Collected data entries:
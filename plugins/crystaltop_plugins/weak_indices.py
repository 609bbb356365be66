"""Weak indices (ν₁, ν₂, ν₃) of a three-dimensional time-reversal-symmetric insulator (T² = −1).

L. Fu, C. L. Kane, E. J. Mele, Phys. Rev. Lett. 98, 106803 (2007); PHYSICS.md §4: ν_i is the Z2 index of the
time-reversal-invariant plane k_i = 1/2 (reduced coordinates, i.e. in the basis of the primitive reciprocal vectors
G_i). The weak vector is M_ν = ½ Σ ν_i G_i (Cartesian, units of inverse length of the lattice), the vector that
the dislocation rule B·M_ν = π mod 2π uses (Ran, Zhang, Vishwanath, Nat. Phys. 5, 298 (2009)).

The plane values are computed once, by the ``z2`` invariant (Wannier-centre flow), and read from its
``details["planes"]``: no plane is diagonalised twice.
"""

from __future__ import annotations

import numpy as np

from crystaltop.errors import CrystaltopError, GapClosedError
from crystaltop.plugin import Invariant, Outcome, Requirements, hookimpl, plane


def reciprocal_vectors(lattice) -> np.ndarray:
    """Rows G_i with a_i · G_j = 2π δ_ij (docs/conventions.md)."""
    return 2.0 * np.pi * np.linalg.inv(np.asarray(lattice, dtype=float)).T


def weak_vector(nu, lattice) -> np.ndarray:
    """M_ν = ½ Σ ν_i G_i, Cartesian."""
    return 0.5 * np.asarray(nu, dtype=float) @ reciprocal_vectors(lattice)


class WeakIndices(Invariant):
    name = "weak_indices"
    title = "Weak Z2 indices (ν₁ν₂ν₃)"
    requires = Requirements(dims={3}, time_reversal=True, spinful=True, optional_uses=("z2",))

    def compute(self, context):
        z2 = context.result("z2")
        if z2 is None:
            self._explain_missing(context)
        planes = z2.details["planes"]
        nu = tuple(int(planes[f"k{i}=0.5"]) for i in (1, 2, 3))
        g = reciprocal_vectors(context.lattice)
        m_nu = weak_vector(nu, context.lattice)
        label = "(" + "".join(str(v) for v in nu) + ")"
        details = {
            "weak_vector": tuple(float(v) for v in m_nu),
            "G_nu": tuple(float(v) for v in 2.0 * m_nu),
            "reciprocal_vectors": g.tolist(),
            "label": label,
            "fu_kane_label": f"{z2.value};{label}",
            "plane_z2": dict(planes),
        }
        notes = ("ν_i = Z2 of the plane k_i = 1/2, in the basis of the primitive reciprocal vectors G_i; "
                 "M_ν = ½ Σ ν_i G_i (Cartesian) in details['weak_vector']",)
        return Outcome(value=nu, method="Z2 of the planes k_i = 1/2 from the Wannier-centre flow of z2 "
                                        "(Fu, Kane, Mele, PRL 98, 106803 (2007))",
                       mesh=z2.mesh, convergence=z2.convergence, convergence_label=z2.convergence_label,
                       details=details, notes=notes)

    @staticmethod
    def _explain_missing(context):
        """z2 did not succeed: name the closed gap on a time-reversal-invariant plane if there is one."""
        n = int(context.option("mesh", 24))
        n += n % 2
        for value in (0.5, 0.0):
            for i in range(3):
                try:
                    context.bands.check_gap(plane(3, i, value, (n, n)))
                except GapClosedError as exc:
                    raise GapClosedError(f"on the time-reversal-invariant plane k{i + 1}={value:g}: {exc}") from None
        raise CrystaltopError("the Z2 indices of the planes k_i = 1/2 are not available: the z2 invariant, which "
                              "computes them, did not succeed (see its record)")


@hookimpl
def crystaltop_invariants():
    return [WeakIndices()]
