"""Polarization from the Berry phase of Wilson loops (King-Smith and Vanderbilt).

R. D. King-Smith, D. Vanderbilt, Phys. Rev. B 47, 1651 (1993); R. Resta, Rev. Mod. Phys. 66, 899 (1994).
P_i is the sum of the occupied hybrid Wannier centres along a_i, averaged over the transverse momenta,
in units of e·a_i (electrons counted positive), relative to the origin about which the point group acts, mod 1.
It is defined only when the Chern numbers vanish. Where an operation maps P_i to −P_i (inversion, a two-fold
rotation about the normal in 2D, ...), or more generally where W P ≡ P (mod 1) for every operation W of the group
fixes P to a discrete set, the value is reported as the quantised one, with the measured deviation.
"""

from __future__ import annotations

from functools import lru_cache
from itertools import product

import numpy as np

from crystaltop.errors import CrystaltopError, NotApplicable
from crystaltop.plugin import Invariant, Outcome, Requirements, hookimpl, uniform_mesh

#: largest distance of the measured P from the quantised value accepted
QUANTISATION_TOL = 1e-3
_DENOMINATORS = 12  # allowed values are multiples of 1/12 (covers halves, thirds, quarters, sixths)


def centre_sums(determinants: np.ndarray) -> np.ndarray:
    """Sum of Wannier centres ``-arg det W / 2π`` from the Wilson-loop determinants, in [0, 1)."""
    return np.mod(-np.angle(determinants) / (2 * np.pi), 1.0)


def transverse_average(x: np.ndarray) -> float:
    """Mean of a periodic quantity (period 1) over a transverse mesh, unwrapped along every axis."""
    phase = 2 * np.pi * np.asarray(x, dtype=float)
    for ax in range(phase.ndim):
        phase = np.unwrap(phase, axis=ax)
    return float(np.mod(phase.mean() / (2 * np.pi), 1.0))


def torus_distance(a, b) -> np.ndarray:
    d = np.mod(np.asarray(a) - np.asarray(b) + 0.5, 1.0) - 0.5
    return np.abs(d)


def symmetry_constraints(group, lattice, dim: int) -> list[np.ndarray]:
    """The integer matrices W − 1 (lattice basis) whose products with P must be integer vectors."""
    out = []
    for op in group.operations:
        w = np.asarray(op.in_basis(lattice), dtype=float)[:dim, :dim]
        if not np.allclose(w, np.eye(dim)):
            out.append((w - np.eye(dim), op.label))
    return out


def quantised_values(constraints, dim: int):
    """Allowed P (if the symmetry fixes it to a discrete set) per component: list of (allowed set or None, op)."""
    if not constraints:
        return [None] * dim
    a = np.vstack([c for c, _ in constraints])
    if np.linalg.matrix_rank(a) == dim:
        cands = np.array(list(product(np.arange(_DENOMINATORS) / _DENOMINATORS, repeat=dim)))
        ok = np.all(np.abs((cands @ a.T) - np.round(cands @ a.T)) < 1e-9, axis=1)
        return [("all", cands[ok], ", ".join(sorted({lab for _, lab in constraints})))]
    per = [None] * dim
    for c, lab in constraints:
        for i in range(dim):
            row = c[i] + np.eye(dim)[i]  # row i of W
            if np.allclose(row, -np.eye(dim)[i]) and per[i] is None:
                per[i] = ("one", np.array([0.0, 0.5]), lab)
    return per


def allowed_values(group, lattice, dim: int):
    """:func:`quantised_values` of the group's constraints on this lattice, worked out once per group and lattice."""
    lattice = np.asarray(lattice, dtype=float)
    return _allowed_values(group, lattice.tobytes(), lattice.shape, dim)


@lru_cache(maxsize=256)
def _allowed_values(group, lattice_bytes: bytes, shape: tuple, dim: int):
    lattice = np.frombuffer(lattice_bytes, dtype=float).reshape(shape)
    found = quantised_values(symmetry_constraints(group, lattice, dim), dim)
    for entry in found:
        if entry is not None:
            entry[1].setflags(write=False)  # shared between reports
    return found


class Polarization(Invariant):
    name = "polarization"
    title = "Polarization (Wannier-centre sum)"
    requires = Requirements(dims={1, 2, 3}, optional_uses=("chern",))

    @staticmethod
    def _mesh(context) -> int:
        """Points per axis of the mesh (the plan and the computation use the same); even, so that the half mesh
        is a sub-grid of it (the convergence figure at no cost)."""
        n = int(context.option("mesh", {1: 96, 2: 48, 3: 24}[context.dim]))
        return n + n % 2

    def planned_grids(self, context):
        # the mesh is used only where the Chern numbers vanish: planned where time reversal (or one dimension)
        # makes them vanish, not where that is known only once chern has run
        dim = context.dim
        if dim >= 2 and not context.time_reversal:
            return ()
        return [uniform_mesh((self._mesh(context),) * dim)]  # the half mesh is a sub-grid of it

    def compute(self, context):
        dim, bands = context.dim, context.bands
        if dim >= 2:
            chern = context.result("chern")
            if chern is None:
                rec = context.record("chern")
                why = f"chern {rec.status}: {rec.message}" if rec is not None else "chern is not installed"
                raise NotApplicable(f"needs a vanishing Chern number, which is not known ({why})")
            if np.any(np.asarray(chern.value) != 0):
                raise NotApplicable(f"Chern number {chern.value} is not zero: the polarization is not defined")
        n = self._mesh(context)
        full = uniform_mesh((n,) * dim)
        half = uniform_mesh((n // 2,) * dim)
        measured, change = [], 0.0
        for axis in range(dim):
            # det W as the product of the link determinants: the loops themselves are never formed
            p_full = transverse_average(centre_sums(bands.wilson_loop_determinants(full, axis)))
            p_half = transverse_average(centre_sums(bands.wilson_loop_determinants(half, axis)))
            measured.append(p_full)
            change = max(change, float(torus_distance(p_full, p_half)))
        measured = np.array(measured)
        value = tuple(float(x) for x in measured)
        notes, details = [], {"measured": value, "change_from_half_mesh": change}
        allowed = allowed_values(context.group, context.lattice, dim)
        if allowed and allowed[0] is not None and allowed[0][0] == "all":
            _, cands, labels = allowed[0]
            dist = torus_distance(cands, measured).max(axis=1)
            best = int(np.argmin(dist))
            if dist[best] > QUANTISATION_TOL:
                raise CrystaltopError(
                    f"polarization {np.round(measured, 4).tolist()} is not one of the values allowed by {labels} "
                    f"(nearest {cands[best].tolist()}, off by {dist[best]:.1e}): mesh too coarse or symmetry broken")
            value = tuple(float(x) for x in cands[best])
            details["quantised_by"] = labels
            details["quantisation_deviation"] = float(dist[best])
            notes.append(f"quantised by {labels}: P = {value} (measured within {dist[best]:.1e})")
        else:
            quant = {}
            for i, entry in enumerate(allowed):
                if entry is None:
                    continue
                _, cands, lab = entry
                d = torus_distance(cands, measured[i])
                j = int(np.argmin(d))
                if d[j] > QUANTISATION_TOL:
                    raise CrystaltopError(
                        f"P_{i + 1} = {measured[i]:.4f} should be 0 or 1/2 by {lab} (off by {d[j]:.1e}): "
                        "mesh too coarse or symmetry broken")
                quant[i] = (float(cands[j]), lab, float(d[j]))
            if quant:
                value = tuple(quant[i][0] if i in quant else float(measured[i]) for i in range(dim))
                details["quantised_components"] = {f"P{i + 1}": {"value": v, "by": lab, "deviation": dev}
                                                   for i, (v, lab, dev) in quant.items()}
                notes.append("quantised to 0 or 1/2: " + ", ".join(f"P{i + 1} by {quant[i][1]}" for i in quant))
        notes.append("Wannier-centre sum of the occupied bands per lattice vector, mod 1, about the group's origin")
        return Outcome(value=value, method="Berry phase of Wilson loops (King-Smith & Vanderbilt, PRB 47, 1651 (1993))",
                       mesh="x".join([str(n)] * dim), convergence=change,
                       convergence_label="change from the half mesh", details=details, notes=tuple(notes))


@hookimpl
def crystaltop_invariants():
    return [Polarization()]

▶ _Exercise objective_:
Look above for the line holding "return [WeakIndices()]". Print it and every line after it, exactly, through the line holding "return np.mod(-np.angle(determinants) /".

▶ _Expected output_:
    return [WeakIndices()]
"""Polarization from the Berry phase of Wilson loops (King-Smith and Vanderbilt).

R. D. King-Smith, D. Vanderbilt, Phys. Rev. B 47, 1651 (1993); R. Resta, Rev. Mod. Phys. 66, 899 (1994).
P_i is the sum of the occupied hybrid Wannier centres along a_i, averaged over the transverse momenta,
in units of e·a_i (electrons counted positive), relative to the origin about which the point group acts, mod 1.
It is defined only when the Chern numbers vanish. Where an operation maps P_i to −P_i (inversion, a two-fold
rotation about the normal in 2D, ...), or more generally where W P ≡ P (mod 1) for every operation W of the group
fixes P to a discrete set, the value is reported as the quantised one, with the measured deviation.
"""

from __future__ import annotations

from functools import lru_cache
from itertools import product

import numpy as np

from crystaltop.errors import CrystaltopError, NotApplicable
from crystaltop.plugin import Invariant, Outcome, Requirements, hookimpl, uniform_mesh

#: largest distance of the measured P from the quantised value accepted
QUANTISATION_TOL = 1e-3
_DENOMINATORS = 12  # allowed values are multiples of 1/12 (covers halves, thirds, quarters, sixths)


def centre_sums(determinants: np.ndarray) -> np.ndarray:
    """Sum of Wannier centres ``-arg det W / 2π`` from the Wilson-loop determinants, in [0, 1)."""
    return np.mod(-np.angle(determinants) / (2 * np.pi), 1.0)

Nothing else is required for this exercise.